● RECORDS SHOWN:
Content starts
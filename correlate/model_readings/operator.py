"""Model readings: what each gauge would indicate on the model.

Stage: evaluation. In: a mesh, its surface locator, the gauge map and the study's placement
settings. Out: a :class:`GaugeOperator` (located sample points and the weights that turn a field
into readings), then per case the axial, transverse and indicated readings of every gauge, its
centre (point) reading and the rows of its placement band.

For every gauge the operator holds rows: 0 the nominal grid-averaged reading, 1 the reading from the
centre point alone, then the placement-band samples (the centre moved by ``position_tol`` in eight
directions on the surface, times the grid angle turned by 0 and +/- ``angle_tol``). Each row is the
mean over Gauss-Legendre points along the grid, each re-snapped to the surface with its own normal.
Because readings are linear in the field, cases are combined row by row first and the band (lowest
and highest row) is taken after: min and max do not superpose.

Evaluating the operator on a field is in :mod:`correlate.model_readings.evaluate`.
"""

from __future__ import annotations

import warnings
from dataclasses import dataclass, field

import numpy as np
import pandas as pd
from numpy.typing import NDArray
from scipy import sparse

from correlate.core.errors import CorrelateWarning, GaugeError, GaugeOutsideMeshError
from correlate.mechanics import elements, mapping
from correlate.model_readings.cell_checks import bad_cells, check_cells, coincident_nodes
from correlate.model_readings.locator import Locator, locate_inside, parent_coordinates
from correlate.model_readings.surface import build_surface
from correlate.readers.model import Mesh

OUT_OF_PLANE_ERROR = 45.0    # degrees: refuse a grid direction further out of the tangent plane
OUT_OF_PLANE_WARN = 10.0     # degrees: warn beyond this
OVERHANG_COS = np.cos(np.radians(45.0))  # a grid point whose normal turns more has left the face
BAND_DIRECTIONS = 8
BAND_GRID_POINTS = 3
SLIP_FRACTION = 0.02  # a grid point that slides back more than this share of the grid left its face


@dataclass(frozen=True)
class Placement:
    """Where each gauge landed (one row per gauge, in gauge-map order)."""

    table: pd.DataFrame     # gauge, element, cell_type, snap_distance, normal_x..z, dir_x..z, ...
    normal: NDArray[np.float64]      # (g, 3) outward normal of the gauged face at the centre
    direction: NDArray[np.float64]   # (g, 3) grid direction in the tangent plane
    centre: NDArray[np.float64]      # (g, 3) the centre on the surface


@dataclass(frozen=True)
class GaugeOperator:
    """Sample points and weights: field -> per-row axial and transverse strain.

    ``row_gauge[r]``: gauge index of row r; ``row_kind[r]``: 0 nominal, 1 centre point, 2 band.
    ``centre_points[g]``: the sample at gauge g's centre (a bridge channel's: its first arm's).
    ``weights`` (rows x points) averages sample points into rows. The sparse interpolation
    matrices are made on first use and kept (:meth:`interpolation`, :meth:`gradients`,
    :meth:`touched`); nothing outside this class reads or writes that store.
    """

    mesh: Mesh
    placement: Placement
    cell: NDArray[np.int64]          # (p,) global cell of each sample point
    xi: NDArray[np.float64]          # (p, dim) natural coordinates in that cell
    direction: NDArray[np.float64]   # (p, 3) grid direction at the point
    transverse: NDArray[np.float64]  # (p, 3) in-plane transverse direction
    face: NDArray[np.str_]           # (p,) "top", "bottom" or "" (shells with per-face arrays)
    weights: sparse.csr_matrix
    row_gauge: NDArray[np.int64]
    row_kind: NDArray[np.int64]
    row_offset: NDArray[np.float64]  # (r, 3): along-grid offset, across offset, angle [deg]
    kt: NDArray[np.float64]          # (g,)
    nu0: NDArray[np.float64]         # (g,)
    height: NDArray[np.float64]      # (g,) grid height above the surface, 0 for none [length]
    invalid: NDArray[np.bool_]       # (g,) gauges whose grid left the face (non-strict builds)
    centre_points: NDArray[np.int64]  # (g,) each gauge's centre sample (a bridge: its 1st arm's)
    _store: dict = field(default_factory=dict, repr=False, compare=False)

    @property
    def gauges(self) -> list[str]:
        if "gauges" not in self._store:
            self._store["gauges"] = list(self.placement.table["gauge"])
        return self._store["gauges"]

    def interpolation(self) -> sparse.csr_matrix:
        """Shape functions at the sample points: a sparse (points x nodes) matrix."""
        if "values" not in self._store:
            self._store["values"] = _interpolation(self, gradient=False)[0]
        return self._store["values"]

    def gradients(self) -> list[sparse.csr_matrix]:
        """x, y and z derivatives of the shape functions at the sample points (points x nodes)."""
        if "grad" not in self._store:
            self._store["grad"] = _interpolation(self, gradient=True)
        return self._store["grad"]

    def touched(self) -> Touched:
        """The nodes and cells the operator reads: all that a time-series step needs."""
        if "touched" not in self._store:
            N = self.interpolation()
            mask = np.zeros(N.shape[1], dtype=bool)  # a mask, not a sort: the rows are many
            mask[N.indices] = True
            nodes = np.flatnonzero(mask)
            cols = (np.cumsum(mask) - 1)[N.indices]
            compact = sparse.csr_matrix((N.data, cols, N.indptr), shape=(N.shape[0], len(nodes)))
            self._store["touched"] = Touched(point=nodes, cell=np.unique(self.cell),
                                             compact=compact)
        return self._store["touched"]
Content ends
● WHAT YOU WILL DO: Set down, exactly as they appear above, all lines from the one that has "matrices are made" down to the one that has "its 1st arm's)", including those two and no others.

● YOUR SOLUTION:
    matrices are made on first use and kept (:meth:`interpolation`, :meth:`gradients`,
    :meth:`touched`); nothing outside this class reads or writes that store.
    """

    mesh: Mesh
    placement: Placement
    cell: NDArray[np.int64]          # (p,) global cell of each sample point
    xi: NDArray[np.float64]          # (p, dim) natural coordinates in that cell
    direction: NDArray[np.float64]   # (p, 3) grid direction at the point
    transverse: NDArray[np.float64]  # (p, 3) in-plane transverse direction
    face: NDArray[np.str_]           # (p,) "top", "bottom" or "" (shells with per-face arrays)
    weights: sparse.csr_matrix
    row_gauge: NDArray[np.int64]
    row_kind: NDArray[np.int64]
    row_offset: NDArray[np.float64]  # (r, 3): along-grid offset, across offset, angle [deg]
    kt: NDArray[np.float64]          # (g,)
    nu0: NDArray[np.float64]         # (g,)
    height: NDArray[np.float64]      # (g,) grid height above the surface, 0 for none [length]
    invalid: NDArray[np.bool_]       # (g,) gauges whose grid left the face (non-strict builds)
    centre_points: NDArray[np.int64]  # (g,) each gauge's centre sample (a bridge: its 1st arm's)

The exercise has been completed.